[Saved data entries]

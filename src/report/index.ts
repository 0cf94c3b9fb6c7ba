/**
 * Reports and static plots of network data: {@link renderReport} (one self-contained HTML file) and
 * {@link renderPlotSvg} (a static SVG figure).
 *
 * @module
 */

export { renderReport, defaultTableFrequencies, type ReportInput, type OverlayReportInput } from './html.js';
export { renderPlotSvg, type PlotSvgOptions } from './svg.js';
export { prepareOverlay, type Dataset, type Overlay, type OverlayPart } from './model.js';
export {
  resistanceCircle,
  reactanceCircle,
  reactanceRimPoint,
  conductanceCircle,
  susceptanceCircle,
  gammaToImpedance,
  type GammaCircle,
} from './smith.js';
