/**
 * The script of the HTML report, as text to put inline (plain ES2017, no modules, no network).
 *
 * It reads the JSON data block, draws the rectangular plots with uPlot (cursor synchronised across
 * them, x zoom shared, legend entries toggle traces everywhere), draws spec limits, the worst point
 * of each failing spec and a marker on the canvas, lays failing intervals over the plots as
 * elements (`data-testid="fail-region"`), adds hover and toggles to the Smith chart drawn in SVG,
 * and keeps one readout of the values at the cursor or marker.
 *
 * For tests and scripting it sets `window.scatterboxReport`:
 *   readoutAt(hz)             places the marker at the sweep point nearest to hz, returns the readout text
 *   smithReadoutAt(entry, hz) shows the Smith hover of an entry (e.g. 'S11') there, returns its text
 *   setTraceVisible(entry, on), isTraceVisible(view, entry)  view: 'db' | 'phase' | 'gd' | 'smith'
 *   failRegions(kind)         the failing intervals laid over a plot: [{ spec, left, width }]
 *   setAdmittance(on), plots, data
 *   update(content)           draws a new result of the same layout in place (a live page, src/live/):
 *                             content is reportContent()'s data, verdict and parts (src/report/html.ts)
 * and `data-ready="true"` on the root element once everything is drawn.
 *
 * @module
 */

==

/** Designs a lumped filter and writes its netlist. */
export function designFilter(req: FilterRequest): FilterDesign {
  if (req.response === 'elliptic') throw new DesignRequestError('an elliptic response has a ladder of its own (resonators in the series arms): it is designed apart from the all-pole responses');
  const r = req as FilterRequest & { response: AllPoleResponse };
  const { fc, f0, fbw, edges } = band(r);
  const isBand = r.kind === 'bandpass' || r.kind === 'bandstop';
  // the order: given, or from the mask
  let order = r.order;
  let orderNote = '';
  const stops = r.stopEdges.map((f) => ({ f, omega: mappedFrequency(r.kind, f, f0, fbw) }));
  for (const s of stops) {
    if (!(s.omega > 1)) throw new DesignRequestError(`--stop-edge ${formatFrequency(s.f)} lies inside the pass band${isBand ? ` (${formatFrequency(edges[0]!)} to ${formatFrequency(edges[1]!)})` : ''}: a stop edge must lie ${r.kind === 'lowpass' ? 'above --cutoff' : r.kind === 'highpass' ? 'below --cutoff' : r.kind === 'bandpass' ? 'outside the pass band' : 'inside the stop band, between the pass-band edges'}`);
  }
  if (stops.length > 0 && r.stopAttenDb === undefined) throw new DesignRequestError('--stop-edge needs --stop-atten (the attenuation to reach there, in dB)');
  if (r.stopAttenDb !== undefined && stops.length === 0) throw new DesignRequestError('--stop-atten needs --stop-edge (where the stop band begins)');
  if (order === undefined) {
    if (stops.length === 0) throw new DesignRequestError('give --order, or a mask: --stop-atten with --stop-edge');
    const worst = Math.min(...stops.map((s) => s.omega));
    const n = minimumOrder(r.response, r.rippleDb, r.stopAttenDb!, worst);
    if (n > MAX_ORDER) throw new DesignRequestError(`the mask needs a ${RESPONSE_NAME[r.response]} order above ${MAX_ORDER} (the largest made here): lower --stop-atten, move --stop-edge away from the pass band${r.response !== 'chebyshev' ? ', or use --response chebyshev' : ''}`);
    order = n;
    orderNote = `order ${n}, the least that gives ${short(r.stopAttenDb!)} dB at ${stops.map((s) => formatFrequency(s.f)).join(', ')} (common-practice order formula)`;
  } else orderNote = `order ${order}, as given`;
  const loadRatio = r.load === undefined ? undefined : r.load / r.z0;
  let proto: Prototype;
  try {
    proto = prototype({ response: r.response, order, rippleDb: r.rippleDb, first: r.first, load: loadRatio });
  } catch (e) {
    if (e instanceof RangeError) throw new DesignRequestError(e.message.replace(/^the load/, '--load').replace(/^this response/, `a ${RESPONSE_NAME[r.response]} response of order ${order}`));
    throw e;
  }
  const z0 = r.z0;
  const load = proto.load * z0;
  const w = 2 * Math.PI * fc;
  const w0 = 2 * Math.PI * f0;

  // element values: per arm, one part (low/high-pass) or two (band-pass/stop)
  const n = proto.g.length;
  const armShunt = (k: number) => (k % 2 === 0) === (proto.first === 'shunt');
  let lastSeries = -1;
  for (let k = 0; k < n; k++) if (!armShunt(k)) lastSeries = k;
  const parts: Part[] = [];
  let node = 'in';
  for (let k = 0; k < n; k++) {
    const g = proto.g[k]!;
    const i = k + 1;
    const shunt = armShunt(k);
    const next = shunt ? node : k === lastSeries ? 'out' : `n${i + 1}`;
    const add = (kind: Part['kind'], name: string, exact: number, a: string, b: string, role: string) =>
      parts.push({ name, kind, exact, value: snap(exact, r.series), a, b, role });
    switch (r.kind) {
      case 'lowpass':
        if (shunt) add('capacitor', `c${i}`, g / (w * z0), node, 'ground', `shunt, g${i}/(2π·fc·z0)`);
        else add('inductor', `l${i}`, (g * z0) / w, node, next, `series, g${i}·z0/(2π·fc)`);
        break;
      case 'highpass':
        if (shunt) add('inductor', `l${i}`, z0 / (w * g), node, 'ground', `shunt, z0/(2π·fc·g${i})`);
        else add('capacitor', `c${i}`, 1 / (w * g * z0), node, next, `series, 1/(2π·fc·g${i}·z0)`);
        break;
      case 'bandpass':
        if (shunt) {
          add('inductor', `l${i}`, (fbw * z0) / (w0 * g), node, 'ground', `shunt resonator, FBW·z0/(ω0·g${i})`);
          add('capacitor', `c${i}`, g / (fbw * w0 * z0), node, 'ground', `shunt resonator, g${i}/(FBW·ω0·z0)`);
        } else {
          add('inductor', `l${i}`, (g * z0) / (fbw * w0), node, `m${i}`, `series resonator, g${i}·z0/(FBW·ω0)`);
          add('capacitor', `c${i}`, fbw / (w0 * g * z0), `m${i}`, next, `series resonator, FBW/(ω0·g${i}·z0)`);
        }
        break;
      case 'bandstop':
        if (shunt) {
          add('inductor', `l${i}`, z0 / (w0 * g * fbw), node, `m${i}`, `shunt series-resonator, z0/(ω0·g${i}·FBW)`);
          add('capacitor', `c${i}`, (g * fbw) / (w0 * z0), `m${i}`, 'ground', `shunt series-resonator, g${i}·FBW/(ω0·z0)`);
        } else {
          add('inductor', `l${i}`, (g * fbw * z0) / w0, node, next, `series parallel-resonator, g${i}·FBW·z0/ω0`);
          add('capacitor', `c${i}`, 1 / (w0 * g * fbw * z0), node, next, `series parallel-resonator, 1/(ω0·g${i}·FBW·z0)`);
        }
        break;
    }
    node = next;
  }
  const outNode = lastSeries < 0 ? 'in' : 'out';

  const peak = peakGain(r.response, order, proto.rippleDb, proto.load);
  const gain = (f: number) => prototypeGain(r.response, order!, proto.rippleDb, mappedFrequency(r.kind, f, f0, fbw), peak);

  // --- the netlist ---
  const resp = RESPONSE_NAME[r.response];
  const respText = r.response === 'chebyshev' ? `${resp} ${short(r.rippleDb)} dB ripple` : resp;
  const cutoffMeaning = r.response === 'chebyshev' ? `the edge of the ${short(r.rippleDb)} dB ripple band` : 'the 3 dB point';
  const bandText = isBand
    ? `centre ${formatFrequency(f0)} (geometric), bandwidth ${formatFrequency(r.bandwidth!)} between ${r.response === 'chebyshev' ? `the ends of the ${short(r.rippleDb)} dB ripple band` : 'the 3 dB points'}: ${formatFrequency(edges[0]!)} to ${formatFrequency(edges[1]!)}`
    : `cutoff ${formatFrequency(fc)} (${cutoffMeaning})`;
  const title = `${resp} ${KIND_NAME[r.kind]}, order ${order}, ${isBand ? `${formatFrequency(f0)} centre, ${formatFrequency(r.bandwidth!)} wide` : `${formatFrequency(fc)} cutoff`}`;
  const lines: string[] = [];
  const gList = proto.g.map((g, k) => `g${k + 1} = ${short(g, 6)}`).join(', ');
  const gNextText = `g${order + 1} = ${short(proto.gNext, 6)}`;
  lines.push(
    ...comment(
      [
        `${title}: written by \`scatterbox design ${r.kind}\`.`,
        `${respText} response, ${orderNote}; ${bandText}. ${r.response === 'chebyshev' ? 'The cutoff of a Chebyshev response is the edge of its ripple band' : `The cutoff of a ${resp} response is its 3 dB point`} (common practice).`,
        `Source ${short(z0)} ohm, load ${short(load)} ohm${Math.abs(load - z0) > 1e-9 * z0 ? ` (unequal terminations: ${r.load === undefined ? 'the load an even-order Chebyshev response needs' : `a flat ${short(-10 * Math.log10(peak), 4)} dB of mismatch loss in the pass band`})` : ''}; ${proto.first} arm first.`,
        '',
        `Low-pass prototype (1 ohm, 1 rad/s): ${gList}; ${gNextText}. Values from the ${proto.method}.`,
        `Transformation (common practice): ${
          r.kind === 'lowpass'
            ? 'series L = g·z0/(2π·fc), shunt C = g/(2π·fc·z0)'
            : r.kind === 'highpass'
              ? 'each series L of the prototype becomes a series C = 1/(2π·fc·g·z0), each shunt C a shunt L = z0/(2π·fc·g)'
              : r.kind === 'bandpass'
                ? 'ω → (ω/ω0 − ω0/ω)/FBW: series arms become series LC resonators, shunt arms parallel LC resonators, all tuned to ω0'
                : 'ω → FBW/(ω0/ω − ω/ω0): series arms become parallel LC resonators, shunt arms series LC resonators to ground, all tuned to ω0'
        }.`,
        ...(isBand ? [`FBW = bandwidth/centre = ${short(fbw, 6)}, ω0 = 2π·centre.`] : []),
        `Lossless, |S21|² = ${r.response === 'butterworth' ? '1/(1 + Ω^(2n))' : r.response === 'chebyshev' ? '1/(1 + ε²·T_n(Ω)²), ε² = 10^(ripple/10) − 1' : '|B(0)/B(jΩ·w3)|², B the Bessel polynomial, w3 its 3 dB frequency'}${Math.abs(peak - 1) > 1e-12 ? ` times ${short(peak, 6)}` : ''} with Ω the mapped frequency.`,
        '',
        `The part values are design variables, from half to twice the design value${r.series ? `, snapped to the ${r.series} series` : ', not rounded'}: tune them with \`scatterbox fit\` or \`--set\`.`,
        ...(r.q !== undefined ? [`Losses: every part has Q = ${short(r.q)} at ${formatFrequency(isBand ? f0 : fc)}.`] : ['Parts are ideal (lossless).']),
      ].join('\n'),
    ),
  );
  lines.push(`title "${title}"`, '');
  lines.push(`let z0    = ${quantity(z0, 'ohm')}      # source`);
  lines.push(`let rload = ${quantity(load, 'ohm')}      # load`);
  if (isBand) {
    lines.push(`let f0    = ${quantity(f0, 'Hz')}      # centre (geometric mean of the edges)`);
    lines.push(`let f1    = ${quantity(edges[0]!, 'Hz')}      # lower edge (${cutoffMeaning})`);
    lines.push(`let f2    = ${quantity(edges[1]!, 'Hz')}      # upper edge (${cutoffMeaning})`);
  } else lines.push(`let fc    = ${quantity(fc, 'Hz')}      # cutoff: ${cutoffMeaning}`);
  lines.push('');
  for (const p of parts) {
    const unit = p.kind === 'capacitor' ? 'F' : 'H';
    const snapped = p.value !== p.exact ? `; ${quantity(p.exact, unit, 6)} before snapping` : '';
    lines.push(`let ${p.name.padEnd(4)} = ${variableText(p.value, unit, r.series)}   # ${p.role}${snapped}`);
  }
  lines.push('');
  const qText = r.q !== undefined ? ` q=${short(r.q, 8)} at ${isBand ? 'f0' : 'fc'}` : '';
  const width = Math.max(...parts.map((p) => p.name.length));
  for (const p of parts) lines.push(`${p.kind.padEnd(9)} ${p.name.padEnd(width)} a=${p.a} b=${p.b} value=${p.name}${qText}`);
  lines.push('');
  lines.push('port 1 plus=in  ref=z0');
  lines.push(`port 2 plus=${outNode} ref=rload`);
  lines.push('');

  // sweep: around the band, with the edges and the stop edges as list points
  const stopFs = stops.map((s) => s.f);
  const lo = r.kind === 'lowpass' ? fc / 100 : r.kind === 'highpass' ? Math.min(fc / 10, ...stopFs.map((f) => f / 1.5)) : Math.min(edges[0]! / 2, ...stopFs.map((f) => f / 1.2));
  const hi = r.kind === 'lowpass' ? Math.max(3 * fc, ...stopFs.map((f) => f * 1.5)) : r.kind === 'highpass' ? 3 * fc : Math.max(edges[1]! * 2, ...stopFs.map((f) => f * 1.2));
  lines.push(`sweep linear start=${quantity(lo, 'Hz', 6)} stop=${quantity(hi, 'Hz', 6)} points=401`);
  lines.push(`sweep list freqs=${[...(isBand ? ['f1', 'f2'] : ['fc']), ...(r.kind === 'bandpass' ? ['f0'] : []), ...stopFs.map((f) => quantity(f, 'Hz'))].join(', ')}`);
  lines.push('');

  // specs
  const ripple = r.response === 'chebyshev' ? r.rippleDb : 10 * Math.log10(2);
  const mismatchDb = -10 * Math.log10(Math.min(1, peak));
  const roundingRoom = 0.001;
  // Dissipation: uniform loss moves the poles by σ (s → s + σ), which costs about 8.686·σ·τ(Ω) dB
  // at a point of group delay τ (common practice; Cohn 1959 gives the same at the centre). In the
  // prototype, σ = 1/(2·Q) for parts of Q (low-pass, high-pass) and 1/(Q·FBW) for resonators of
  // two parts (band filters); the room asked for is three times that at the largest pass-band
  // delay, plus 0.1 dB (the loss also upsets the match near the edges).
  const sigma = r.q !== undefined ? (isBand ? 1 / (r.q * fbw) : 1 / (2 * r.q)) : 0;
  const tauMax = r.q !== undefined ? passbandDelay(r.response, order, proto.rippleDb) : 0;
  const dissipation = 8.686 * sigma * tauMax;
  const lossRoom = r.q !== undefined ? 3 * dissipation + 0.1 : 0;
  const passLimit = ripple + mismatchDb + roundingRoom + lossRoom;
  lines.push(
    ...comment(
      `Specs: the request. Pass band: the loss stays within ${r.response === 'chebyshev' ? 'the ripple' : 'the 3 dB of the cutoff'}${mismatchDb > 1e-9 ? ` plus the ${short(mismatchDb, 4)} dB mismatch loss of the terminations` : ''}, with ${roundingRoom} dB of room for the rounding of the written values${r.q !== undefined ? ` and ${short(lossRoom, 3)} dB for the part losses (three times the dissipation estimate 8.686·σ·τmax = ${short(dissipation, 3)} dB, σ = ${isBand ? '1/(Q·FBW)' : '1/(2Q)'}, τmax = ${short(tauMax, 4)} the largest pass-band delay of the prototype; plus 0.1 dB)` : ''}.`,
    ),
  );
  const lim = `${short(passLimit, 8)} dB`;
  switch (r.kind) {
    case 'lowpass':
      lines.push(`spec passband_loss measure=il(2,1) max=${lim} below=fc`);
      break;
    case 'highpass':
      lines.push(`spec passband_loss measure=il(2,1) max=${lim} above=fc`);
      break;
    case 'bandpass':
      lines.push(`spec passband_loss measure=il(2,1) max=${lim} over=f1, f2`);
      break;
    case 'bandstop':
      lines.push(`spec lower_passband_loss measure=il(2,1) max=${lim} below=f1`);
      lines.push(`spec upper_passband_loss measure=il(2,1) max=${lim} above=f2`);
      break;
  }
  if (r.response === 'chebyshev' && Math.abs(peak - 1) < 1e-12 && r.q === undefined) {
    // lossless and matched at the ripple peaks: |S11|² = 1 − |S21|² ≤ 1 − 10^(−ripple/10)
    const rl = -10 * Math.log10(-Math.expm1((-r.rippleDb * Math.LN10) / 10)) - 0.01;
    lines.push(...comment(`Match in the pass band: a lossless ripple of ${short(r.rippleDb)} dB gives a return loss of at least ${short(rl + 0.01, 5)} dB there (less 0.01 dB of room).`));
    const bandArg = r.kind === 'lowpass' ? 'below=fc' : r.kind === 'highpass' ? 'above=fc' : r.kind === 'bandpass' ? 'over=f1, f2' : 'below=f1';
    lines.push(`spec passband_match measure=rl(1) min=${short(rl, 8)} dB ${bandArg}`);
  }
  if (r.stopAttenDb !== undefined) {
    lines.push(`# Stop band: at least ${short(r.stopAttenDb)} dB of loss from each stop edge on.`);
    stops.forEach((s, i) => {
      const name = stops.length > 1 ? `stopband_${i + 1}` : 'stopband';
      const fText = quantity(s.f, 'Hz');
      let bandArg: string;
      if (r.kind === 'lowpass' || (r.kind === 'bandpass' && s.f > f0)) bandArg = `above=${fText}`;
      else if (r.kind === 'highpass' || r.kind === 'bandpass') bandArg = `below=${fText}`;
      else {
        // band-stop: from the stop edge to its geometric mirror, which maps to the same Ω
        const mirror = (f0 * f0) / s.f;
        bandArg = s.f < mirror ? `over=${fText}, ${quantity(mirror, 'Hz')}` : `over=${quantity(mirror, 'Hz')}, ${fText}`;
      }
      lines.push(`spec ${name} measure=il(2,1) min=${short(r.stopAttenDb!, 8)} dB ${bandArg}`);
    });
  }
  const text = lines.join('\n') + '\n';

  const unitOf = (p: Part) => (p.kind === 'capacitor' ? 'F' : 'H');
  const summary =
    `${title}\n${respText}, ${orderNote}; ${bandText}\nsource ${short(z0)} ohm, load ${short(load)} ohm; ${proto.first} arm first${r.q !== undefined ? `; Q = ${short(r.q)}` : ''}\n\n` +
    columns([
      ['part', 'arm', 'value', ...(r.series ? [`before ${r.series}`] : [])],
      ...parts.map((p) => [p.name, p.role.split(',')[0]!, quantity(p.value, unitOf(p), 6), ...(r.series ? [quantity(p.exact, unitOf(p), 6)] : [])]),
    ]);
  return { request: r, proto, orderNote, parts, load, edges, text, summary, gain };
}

* * *

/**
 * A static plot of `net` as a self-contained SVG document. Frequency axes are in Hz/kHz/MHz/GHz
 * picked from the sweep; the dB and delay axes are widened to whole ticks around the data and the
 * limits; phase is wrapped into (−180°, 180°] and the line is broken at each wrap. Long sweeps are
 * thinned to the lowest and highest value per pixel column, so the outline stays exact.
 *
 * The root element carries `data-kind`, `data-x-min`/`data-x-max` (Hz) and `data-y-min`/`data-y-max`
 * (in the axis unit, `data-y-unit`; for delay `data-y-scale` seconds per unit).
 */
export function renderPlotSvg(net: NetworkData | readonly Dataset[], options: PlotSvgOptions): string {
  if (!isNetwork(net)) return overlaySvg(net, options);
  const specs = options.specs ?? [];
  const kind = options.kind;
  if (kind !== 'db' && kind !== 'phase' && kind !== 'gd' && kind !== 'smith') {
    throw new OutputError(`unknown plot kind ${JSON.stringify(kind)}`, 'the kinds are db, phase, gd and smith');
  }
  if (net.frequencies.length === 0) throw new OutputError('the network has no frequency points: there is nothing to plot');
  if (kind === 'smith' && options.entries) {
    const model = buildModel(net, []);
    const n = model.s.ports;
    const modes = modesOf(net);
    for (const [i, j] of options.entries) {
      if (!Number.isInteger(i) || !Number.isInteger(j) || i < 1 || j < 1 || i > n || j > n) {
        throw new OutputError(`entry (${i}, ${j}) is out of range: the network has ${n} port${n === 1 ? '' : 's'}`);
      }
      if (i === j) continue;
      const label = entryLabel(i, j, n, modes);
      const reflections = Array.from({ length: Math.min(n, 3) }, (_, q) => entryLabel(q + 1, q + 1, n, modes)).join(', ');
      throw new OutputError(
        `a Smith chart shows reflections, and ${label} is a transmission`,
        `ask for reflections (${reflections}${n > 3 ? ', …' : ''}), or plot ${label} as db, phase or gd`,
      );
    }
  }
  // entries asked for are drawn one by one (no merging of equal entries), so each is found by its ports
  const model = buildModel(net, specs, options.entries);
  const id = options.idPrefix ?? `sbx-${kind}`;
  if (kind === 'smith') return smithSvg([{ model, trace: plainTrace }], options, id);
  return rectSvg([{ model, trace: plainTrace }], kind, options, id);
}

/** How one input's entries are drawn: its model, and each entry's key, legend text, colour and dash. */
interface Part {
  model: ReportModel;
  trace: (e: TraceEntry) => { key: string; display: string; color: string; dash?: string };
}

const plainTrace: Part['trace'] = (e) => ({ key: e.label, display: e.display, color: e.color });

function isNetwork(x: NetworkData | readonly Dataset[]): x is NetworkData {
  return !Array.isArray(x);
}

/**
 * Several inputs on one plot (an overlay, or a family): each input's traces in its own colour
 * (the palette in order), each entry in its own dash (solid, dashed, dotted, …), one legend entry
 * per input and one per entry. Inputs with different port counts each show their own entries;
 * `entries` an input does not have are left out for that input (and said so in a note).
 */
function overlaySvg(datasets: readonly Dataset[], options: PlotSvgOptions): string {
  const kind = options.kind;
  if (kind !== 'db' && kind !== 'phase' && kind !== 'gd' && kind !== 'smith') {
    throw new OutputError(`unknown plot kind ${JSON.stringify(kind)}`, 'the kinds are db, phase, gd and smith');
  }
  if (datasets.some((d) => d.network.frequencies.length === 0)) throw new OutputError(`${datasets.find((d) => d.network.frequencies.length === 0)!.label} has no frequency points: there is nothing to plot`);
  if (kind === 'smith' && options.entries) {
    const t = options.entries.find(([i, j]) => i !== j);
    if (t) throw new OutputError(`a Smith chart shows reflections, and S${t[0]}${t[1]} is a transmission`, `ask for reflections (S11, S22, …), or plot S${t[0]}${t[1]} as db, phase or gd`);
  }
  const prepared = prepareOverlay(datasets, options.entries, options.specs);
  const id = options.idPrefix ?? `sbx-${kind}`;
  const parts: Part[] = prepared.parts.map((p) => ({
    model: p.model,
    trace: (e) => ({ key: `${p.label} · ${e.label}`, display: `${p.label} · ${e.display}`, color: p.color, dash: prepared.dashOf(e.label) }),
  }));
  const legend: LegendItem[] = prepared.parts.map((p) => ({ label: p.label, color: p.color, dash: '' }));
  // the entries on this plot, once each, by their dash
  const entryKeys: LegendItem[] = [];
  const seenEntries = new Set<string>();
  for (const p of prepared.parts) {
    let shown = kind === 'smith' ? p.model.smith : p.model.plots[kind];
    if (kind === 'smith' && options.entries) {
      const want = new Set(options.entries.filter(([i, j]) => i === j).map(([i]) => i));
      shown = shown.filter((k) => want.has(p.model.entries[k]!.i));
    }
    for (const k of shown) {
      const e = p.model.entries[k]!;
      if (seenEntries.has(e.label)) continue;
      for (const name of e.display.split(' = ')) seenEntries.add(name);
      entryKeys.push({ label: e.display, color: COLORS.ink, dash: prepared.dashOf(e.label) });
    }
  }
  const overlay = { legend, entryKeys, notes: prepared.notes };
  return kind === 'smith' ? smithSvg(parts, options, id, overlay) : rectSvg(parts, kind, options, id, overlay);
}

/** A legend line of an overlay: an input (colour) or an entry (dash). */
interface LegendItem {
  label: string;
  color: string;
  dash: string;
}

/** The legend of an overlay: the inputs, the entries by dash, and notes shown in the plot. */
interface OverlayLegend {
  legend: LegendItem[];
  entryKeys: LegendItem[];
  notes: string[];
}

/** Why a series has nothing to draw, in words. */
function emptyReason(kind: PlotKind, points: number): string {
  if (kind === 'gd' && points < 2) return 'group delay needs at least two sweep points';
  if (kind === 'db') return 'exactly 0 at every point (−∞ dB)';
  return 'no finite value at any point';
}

PROBLEM REQUIREMENTS:
Above are the records; copy exactly the lines from the line with "if (seenEntries.has(e.label)) continue;" through the line with "function emptyReason(kind: PlotKind, points: number): string", both included.

RESPONSE TO THE EXERCISE:
      if (seenEntries.has(e.label)) continue;
      for (const name of e.display.split(' = ')) seenEntries.add(name);
      entryKeys.push({ label: e.display, color: COLORS.ink, dash: prepared.dashOf(e.label) });
    }
  }
  const overlay = { legend, entryKeys, notes: prepared.notes };
  return kind === 'smith' ? smithSvg(parts, options, id, overlay) : rectSvg(parts, kind, options, id, overlay);
}

/** A legend line of an overlay: an input (colour) or an entry (dash). */
interface LegendItem {
  label: string;
  color: string;
  dash: string;
}

/** The legend of an overlay: the inputs, the entries by dash, and notes shown in the plot. */
interface OverlayLegend {
  legend: LegendItem[];
  entryKeys: LegendItem[];
  notes: string[];
}

/** Why a series has nothing to draw, in words. */
function emptyReason(kind: PlotKind, points: number): string {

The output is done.